#### [STUDY MATERIAL]
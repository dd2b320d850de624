package server

import (
	"net/http"
	"strings"
	"testing"
)

// TestPersonEnd_SessionsAndPhonesEndAndTheWorkStays is somebody who leaves while a phone still holds a test.
func TestPersonEnd_SessionsAndPhonesEndAndTheWorkStays(t *testing.T) {
	r := newRig(t, 2)
	leaver := r.person("Crew 7", "crew", r.site)
	browser, phone := r.signIn(leaver), r.enrol(leaver)
	if got := phone.push(phone.entry(r.devices[0], 5).bytes(t)); got[0].State != "stored" {
		t.Fatalf("%+v", got)
	}
	made := r.entries()[0].ID
	waiting := phone.entry(r.devices[1], 5).bytes(t)

	office := r.signIn(r.manager)
	at := "/people/" + leaver.ID
	if page := r.open(office, at+"/end"); page.status != http.StatusOK || !strings.Contains(page.body, "up to its number 1 in") {
		t.Errorf("how far the phone had sent is not said: %d %s", page.status, page.body)
	}
	if strings.Contains(r.open(office, at).body, at+"/remove") {
		t.Error("somebody who works here is offered to be removed")
	}
	if got := r.submit(office, at+"/end", ""); got.status != http.StatusSeeOther {
		t.Fatalf("%d %s", got.status, got.body)
	}
	page := r.open(office, at+"?said=ended")
	for _, want := range []string{"The access has ended.", "May not sign in", "No phone sends for this person.", "Nowhere just now.", at + "/remove"} {
		if !strings.Contains(page.body, want) {
			t.Errorf("their page does not say %q", want)
		}
	}
	if strings.Contains(page.body, at+"/link") {
		t.Error("a link is offered for somebody who may not sign in")
	}
	if got := r.open(browser, "/me"); got.status == http.StatusOK {
		t.Error("the session goes on")
	}
	if got := phone.send("/exchange/push", []byte(`{"protocol":1,"records":[]}`)); got.status != http.StatusUnauthorized {
		t.Errorf("the phone still sends: %d", got.status)
	}
	if page := r.open(office, "/entries/"+made); !strings.Contains(page.body, "Crew 7") {
		t.Error("their test lost its name")
	}
	if got := r.submit(office, "/people/"+r.manager.ID+"/end", ""); got.status != http.StatusConflict {
		t.Errorf("a manager ended their own access: %d", got.status)
	}

	// What was still on the phone comes in a file; made while the access held, it is no refusal but a flag.
	body := "--x\r\nContent-Disposition: form-data; name=\"file\"; filename=\"t.json\"\r\n\r\n" + trayOf(t, waiting) + "\r\n--x--\r\n"
	if got := r.do(office, formRequest(t, r.url+"/tray", body)); got.status != http.StatusOK || !strings.Contains(got.body, "1 new") {
		t.Fatalf("the file of the phone: %d %s", got.status, got.body)
	}
	for _, e := range r.entries() {
		ended := strings.Contains(r.open(office, "/entries/"+e.ID).body, "had the site when testing and lost it on")
		if ended != (e.ID != made) {
			t.Errorf("entry %s: the flag that the access had ended is %v", e.ID, ended)
		}
	}
}

// TestPersonPhone_ALostOneEndsAloneAndSaysHowFarItHadSent takes one of two phones off.
func TestPersonPhone_ALostOneEndsAloneAndSaysHowFarItHadSent(t *testing.T) {
	r := newRig(t, 1)
	lost, kept := r.enrol(r.crew), r.enrol(r.crew)
	if got := lost.push(lost.entry(r.devices[0], 5).bytes(t)); got[0].State != "stored" {
		t.Fatalf("%+v", got)
	}
	office := r.signIn(r.manager)
	at := "/people/" + r.crew.ID + "/phones/" + lost.installation
	if page := r.open(office, at); page.status != http.StatusOK || !strings.Contains(page.body, "up to its number 1 in") {
		t.Errorf("%d %s", page.status, page.body)
	}
	if got := r.submit(office, at, ""); got.status != http.StatusSeeOther {
		t.Fatalf("%d %s", got.status, got.body)
	}
	if got := lost.fetch("/exchange/logs"); got.status != http.StatusUnauthorized {
		t.Errorf("the lost phone still reads: %d", got.status)
	}
	if got := kept.fetch("/exchange/logs"); got.status != http.StatusOK {
		t.Errorf("the other phone was taken off as well: %d", got.status)
	}
	if got := r.open(office, at); got.status != http.StatusNotFound {
		t.Errorf("it is still there: %d", got.status)
	}
	if got := r.open(r.signIn(r.crew), "/people/"+r.crew.ID+"/phones/"+kept.installation); got.status != http.StatusForbidden {
		t.Errorf("crew: %d", got.status)
	}
}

#### [DIRECTIONS FOR THIS TASK]
Reproduce all the records shown above, unchanged.

#### [SOLVED PROBLEM]
repository dd2b320d850de624
package server

import (
	"net/http"
	"strings"
	"testing"
)

// TestPersonEnd_SessionsAndPhonesEndAndTheWorkStays is somebody who leaves while a phone still holds a test.
func TestPersonEnd_SessionsAndPhonesEndAndTheWorkStays(t *testing.T) {
	r := newRig(t, 2)
	leaver := r.person("Crew 7", "crew", r.site)
	browser, phone := r.signIn(leaver), r.enrol(leaver)
	if got := phone.push(phone.entry(r.devices[0], 5).bytes(t)); got[0].State != "stored" {
		t.Fatalf("%+v", got)
	}
	made := r.entries()[0].ID
	waiting := phone.entry(r.devices[1], 5).bytes(t)

	office := r.signIn(r.manager)
	at := "/people/" + leaver.ID
	if page := r.open(office, at+"/end"); page.status != http.StatusOK || !strings.Contains(page.body, "up to its number 1 in") {
		t.Errorf("how far the phone had sent is not said: %d %s", page.status, page.body)
	}
	if strings.Contains(r.open(office, at).body, at+"/remove") {
		t.Error("somebody who works here is offered to be removed")
	}
	if got := r.submit(office, at+"/end", ""); got.status != http.StatusSeeOther {
		t.Fatalf("%d %s", got.status, got.body)
	}
	page := r.open(office, at+"?said=ended")
	for _, want := range []string{"The access has ended.", "May not sign in", "No phone sends for this person.", "Nowhere just now.", at + "/remove"} {
		if !strings.Contains(page.body, want) {
			t.Errorf("their page does not say %q", want)
		}
	}
	if strings.Contains(page.body, at+"/link") {
		t.Error("a link is offered for somebody who may not sign in")
	}
	if got := r.open(browser, "/me"); got.status == http.StatusOK {
		t.Error("the session goes on")
	}
	if got := phone.send("/exchange/push", []byte(`{"protocol":1,"records":[]}`)); got.status != http.StatusUnauthorized {
		t.Errorf("the phone still sends: %d", got.status)
	}
	if page := r.open(office, "/entries/"+made); !strings.Contains(page.body, "Crew 7") {
		t.Error("their test lost its name")
	}
	if got := r.submit(office, "/people/"+r.manager.ID+"/end", ""); got.status != http.StatusConflict {
		t.Errorf("a manager ended their own access: %d", got.status)
	}

	// What was still on the phone comes in a file; made while the access held, it is no refusal but a flag.
	body := "--x\r\nContent-Disposition: form-data; name=\"file\"; filename=\"t.json\"\r\n\r\n" + trayOf(t, waiting) + "\r\n--x--\r\n"
	if got := r.do(office, formRequest(t, r.url+"/tray", body)); got.status != http.StatusOK || !strings.Contains(got.body, "1 new") {
		t.Fatalf("the file of the phone: %d %s", got.status, got.body)
	}
	for _, e := range r.entries() {
		ended := strings.Contains(r.open(office, "/entries/"+e.ID).body, "had the site when testing and lost it on")
		if ended != (e.ID != made) {
			t.Errorf("entry %s: the flag that the access had ended is %v", e.ID, ended)
		}
	}
}

// TestPersonPhone_ALostOneEndsAloneAndSaysHowFarItHadSent takes one of two phones off.
func TestPersonPhone_ALostOneEndsAloneAndSaysHowFarItHadSent(t *testing.T) {
	r := newRig(t, 1)
	lost, kept := r.enrol(r.crew), r.enrol(r.crew)
	if got := lost.push(lost.entry(r.devices[0], 5).bytes(t)); got[0].State != "stored" {
		t.Fatalf("%+v", got)
	}
	office := r.signIn(r.manager)
	at := "/people/" + r.crew.ID + "/phones/" + lost.installation
	if page := r.open(office, at); page.status != http.StatusOK || !strings.Contains(page.body, "up to its number 1 in") {
		t.Errorf("%d %s", page.status, page.body)
	}
	if got := r.submit(office, at, ""); got.status != http.StatusSeeOther {
		t.Fatalf("%d %s", got.status, got.body)
	}
	if got := lost.fetch("/exchange/logs"); got.status != http.StatusUnauthorized {
		t.Errorf("the lost phone still reads: %d", got.status)
	}
	if got := kept.fetch("/exchange/logs"); got.status != http.StatusOK {
		t.Errorf("the other phone was taken off as well: %d", got.status)
	}
	if got := r.open(office, at); got.status != http.StatusNotFound {
		t.Errorf("it is still there: %d", got.status)
	}
	if got := r.open(r.signIn(r.crew), "/people/"+r.crew.ID+"/phones/"+kept.installation); got.status != http.StatusForbidden {
		t.Errorf("crew: %d", got.status)
	}
}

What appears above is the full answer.